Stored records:
// resolveMembrane reads a MembraneSpec: a preset, overridden field by field.
func resolveMembrane(spec *MembraneSpec) (*resolvedMembrane, *Error) {
	if spec == nil {
		return nil, Invalid("membrane", nil, "a membrane is required: {\"preset\": ID} or {\"a_lmh_per_bar\", \"b_lmh\", \"s_um\"}")
	}
	r := &resolvedMembrane{}
	if spec.Preset != "" {
		m, ok := library.LookupMembrane(spec.Preset)
		if !ok {
			ids := []string{}
			all, _ := library.Membranes()
			for _, p := range all {
				ids = append(ids, p.ID)
			}
			return nil, Invalid("membrane.preset", ids, "unknown membrane preset %q", spec.Preset)
		}
		r.rec = m
		r.aLMHBar, r.bNaClLMH, r.sUM = m.ALMHPerBar, m.BNaClLMH, m.SUM
		r.bNaClSet = true
	}
	set := func(field string, v *float64, dst *float64, lo, hi float64) *Error {
		if v == nil {
			return nil
		}
		if !(*v >= lo && *v <= hi) {
			return Invalid("membrane."+field, fmt.Sprintf("%g–%g", lo, hi), "%s = %g is outside %g–%g", field, *v, lo, hi)
		}
		*dst = *v
		return nil
	}
	// Bounds: far outside any FO membrane reported, to catch unit slips
	// (e.g. A in m/s/Pa or S in m) rather than to judge the membrane.
	if e := set("a_lmh_per_bar", spec.ALMHPerBar, &r.aLMHBar, 1e-3, 100); e != nil {
		return nil, e
	}
	if e := set("s_um", spec.SUM, &r.sUM, 1, 1e5); e != nil {
		return nil, e
	}
	if e := set("b_nacl_lmh", spec.BNaClLMH, &r.bNaClLMH, 0, 100); e != nil {
		return nil, e
	}
	r.bNaClSet = r.bNaClSet || spec.BNaClLMH != nil
	if spec.BLMH != nil {
		var b float64
		if e := set("b_lmh", spec.BLMH, &b, 0, 100); e != nil {
			return nil, e
		}
		r.bDrawLMH = &b
	}
	if r.aLMHBar == 0 {
		return nil, Invalid("membrane.a_lmh_per_bar", "> 0", "a_lmh_per_bar is required for a custom membrane")
	}
	if r.sUM == 0 {
		return nil, Invalid("membrane.s_um", "> 0", "s_um is required for a custom membrane")
	}
	return r, nil
}

// bFor returns B (LMH) for solute s and whether it is an estimate.
func (r *resolvedMembrane) bFor(field string, s *library.Solute, override *float64) (float64, bool, *Error) {
	if override != nil {
		return *override, false, nil
	}
	if r.rec != nil {
		if b, ok := r.rec.BBySolute[s.ID]; ok && r.bNaClLMH == r.rec.BNaClLMH {
			return b, false, nil
		}
	}
	if !r.bNaClSet {
		return 0, false, Invalid(field, "≥ 0", "B for %s is needed: give %s, or membrane.b_nacl_lmh to estimate it from the NaCl value", s.ID, field)
	}
	if library.Key(s.ID) == "nacl" {
		return r.bNaClLMH, false, nil
	}
	nacl, e := lookupSolute(field, "NaCl")
	if e != nil {
		return 0, false, e
	}
	return r.bNaClLMH * s.Diffusivity.D0M2PerS / nacl.Diffusivity.D0M2PerS, true, nil
}

// side is one prepared stream: its solute and its bulk state.
type side struct {
	sol   *library.Solute
	x     *thermo.Solution
	m     float64 // molality
	cSI   float64 // mol/m³
	state thermo.State
}

// prepareSide validates one stream's concentration and evaluates its bulk.
func prepareSide(prefix string, c *Concentration, tK float64) (*side, *Error) {
	s, e := lookupSolute(prefix+".solute", c.Solute)
	if e != nil {
		return nil, e
	}
	v, u, e := parseConcentration(prefix, c.Concentration, c.Unit)
	if e != nil {
		return nil, e
	}
	x, err := thermo.NewSolution(s, tK)
	if err != nil {
		return nil, fromEngine(prefix, err)
	}
	m, err := x.ToMolality(v, u)
	if err != nil {
		return nil, fromEngine(prefix, err)
	}
	st, err := x.StateAt(m, u)
	if err != nil {
		return nil, fromEngine(prefix, err)
	}
	return &side{sol: s, x: x, m: m, cSI: st.MolarityMolPerM3, state: st}, nil
}

// vantHoffFunc is π = ν c R T and its derivative.
func vantHoffFunc(nu, tK float64) transport.OsmoticFunc {
	k := nu * thermo.GasConstant * tK
	return func(c float64) (float64, float64) { return k * c, k }
}

// Flux computes the water and solute fluxes through an FO membrane.
func Flux(req *FluxRequest) (*FluxResponse, *Error) {
	mem, e := resolveMembrane(req.Membrane)
	if e != nil {
		return nil, e
	}
	orient := transport.ALFS
	if req.Orientation != "" {
		o, err := transport.ParseOrientation(req.Orientation)
		if err != nil {
			return nil, Invalid("orientation", []string{"AL-FS", "AL-DS"}, "unknown orientation %q", req.Orientation)
		}
		orient = o
	}
	model := strings.ToLower(req.OsmoticModel)
	switch model {
	case "", "real":
		model = "real"
	case "van-t-hoff", "vant-hoff", "van't-hoff", "ideal":
		model = "van-t-hoff"
	default:
		return nil, Invalid("osmotic_model", []string{"real", "van-t-hoff"}, "unknown osmotic model %q", req.OsmoticModel)
	}
	tK, e := parseTemperature("temperature_c", req.TemperatureC)
	if e != nil {
		return nil, e
	}
	if req.Draw == nil {
		return nil, Invalid("draw", nil, "a draw solution is required: {\"solute\", \"concentration\", \"unit\"}")
	}
	draw, e := prepareSide("draw", req.Draw, tK)
	if e != nil {
		return nil, e
	}
	feedSpec := req.Feed
	if feedSpec == nil {
		zero := 0.0
		feedSpec = &Concentration{Solute: draw.sol.ID, Concentration: &zero, Unit: "mol/L"}
	}
	feed, e := prepareSide("feed", feedSpec, tK)
	if e != nil {
		return nil, e
	}
	deltaP := 0.0
	if req.DeltaPBar != nil {
		deltaP = *req.DeltaPBar
		if !(math.Abs(deltaP) <= 1000) {
			return nil, Invalid("delta_p_bar", "−1000–1000 bar", "delta_p_bar = %g is outside ±1000 bar", deltaP)
		}
	}
	resp := &FluxResponse{Orientation: orient.String(), OsmoticModel: model, TemperatureC: tK - thermo.ZeroCelsiusK,
		DeltaPBar: deltaP, EngineVersion: EngineVersion, Warnings: []string{}}
	resp.Warnings = append(resp.Warnings, draw.state.Warnings...)
	if feed.sol != draw.sol {
		resp.Warnings = append(resp.Warnings, feed.state.Warnings...)
	}

	// Diffusivities: the library's concentration- and temperature-dependent
	// D at the bulk concentration, or the override.
	dDraw := draw.x.DiffusivityM2PerS(draw.m)
	if req.DiffusivityM2PerS != nil {
		d := *req.DiffusivityM2PerS
		if !(d >= 1e-12 && d <= 1e-7) {
			return nil, Invalid("diffusivity_m2_per_s", "1e-12–1e-7 m²/s", "diffusivity_m2_per_s = %g is outside 1e-12–1e-7", d)
		}
		dDraw = d
	}
	bDraw, bDrawEst, e := mem.bFor("membrane.b_lmh", draw.sol, mem.bDrawLMH)
	if e != nil {
		return nil, e
	}
	resp.Membrane = MembraneReport{ALMHPerBar: mem.aLMHBar, BLMH: bDraw, SUM: mem.sUM}
	if mem.rec != nil {
		resp.Membrane.Preset = mem.rec.ID
	}
	if bDrawEst {
		resp.Membrane.BRule = library.BEstimateRule
		resp.Warnings = append(resp.Warnings, fmt.Sprintf("B for %s is an estimate (%.3g LMH) scaled from the NaCl value by diffusivity", draw.sol.ID, bDraw))
	}

	// Mass transfer on each side.
	extCP := req.ExternalCP == nil || *req.ExternalCP
	kDraw, repD, e := massTransfer("k_draw_m_per_s", req.KDrawMPerS, req.Channel, extCP, draw, dDraw, false)
	if e != nil {
		return nil, e
	}
	dFeed := feed.x.DiffusivityM2PerS(feed.m)
	if feed.sol == draw.sol && req.DiffusivityM2PerS != nil {
		dFeed = dDraw
	}
	kFeed, repF, e := massTransfer("k_feed_m_per_s", req.KFeedMPerS, req.Channel, extCP, feed, dFeed, true)
	if e != nil {
		return nil, e
	}
	resp.KDraw, resp.KFeed = repD, repF
	for _, r := range []MassTransferReport{repD, repF} {
		if strings.Contains(r.Regime, "borderline") {
			resp.Warnings = append(resp.Warnings, fmt.Sprintf("channel flow at Re = %.0f is between laminar and turbulent; the laminar correlation is used", r.Reynolds))
		}
	}

	piFor := func(sd *side) transport.OsmoticFunc {
		if model == "van-t-hoff" {
			return vantHoffFunc(sd.x.Nu(), tK)
		}
		return sd.x.OsmoticFunc
	}
	in := transport.Input{
		AMPerSPa: mem.aLMHBar * thermo.MPerSPaPerLMHPerBar, SM: mem.sUM * 1e-6, Orientation: orient,
		DeltaPPa: deltaP * thermo.PascalPerBar, KDrawMPerS: kDraw, KFeedMPerS: kFeed,
	}
	var species [2]transport.Species
	species[0] = transport.Species{Name: draw.sol.ID, DrawBulkMolPerM3: draw.cSI, BMPerS: bDraw * thermo.MPerSPerLMH,
		DM2PerS: dDraw, Pi: piFor(draw)}
	n := 1
	var bFeed float64
	var bFeedEst bool
	sameSolute := feed.sol == draw.sol
	if req.BFeedLMH != nil && (sameSolute || feed.cSI == 0) {
		resp.Warnings = append(resp.Warnings, "b_feed_lmh is not used: the feed holds no solute other than the draw's")
	}
	if sameSolute {
		species[0].FeedBulkMolPerM3 = feed.cSI
	} else if feed.cSI > 0 {
		bFeed, bFeedEst, e = mem.bFor("b_feed_lmh", feed.sol, req.BFeedLMH)
		if e != nil {
			return nil, e
		}
		if req.BFeedLMH != nil && !(*req.BFeedLMH >= 0 && *req.BFeedLMH <= 100) {
			return nil, Invalid("b_feed_lmh", "0–100 LMH", "b_feed_lmh = %g is outside 0–100", *req.BFeedLMH)
		}
		species[1] = transport.Species{Name: feed.sol.ID, FeedBulkMolPerM3: feed.cSI, BMPerS: bFeed * thermo.MPerSPerLMH,
			DM2PerS: dFeed, Pi: piFor(feed)}
		n = 2
	}
	in.Species = species[:n]
	res, err := transport.Solve(&in)
	if err != nil {
		return nil, fromEngine("", err)
	}

	// Outputs.
	jwLMH := res.JwMPerS / thermo.MPerSPerLMH
	js := res.JsMolPerM2S // mol m⁻² s⁻¹, draw → feed
	mDraw := draw.x.MolarMassKgPerMol()
	resp.WaterFluxLMH = jwLMH
	resp.ReverseSoluteFluxMmolPerM2H = js * 3600 * 1e3
	resp.ReverseSoluteFluxGMH = js * 3600 * mDraw * 1e3
	if res.JwMPerS != 0 {
		resp.SpecificReverseSoluteFluxMolPerL = js / res.JwMPerS / 1000
		resp.SpecificReverseSoluteFluxGPerL = js * mDraw / res.JwMPerS
	}
	resp.DrawOsmoticPressureBar = res.PiDrawBulkPa / thermo.PascalPerBar
	resp.FeedOsmoticPressureBar = res.PiFeedBulkPa / thermo.PascalPerBar
	resp.DrawFaceOsmoticPressureBar = res.PiDrawFacePa / thermo.PascalPerBar
	resp.FeedFaceOsmoticPressureBar = res.PiFeedFacePa / thermo.PascalPerBar
	resp.EffectiveDrivingForceBar = (res.PiDrawFacePa-res.PiFeedFacePa)/thermo.PascalPerBar - deltaP
	if bulk := res.PiDrawBulkPa - res.PiFeedBulkPa - deltaP*thermo.PascalPerBar; bulk != 0 {
		resp.FluxEfficiency = res.JwMPerS / (in.AMPerSPa * bulk)
	}
	if res.PiDrawBulkPa > 0 {
		resp.DrawDilutionModulus = res.PiDrawFacePa / res.PiDrawBulkPa
	}
	if res.PiFeedBulkPa > 0 {
		v := res.PiFeedFacePa / res.PiFeedBulkPa
		resp.FeedConcentrationModulus = &v
	}
	if deltaP > 0 {
		w := res.JwMPerS * deltaP * thermo.PascalPerBar
		resp.PowerDensityWPerM2 = &w
	}
	role := "draw"
	if sameSolute && feed.cSI > 0 {
		role = "draw+feed"
	}
	resp.Profiles = append(resp.Profiles, profile(draw.sol.ID, role, res.Species[0], species[0], bDraw, bDrawEst, mDraw))
	if n == 2 {
		p := profile(feed.sol.ID, "feed", res.Species[1], species[1], bFeed, bFeedEst, feed.x.MolarMassKgPerMol())
		resp.Profiles = append(resp.Profiles, p)
		fwd := p.FluxGMH
		resp.ForwardSoluteFluxGMH = &fwd
	}
	resp.Solver = SolverReport{Method: res.Stats.Method, Iterations: res.Stats.Iterations, Evaluations: res.Stats.Evaluations, Residual: res.Stats.Residual}
	resp.Warnings = append(resp.Warnings, fluxWarnings(resp, draw, feed, res, orient)...)
	resp.Sources = append(resp.Sources, fluxSources...)
	if model == "real" {
		resp.Sources = append(resp.Sources, modelSources[draw.sol.Osmotic.Kind]...)
	}
	resp.Sources = append(resp.Sources, soluteSources(draw.sol)...)
	if mem.rec != nil {
		for k, v := range mem.rec.Sources {
			resp.Sources = append(resp.Sources, Source{Field: "membrane." + mem.rec.ID + "." + k, Reference: v})
		}
	}
	if !finite(resp.WaterFluxLMH, resp.ReverseSoluteFluxGMH, resp.SpecificReverseSoluteFluxGPerL, resp.FluxEfficiency,
		resp.DrawFaceOsmoticPressureBar, resp.FeedFaceOsmoticPressureBar) {
		return nil, &Error{Message: "internal error: non-finite flux result", Kind: KindInternal}
	}
	return resp, nil
}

Work request:
A single number is the whole answer: how many lines in the entries hold the word "library".

Worked solution:
7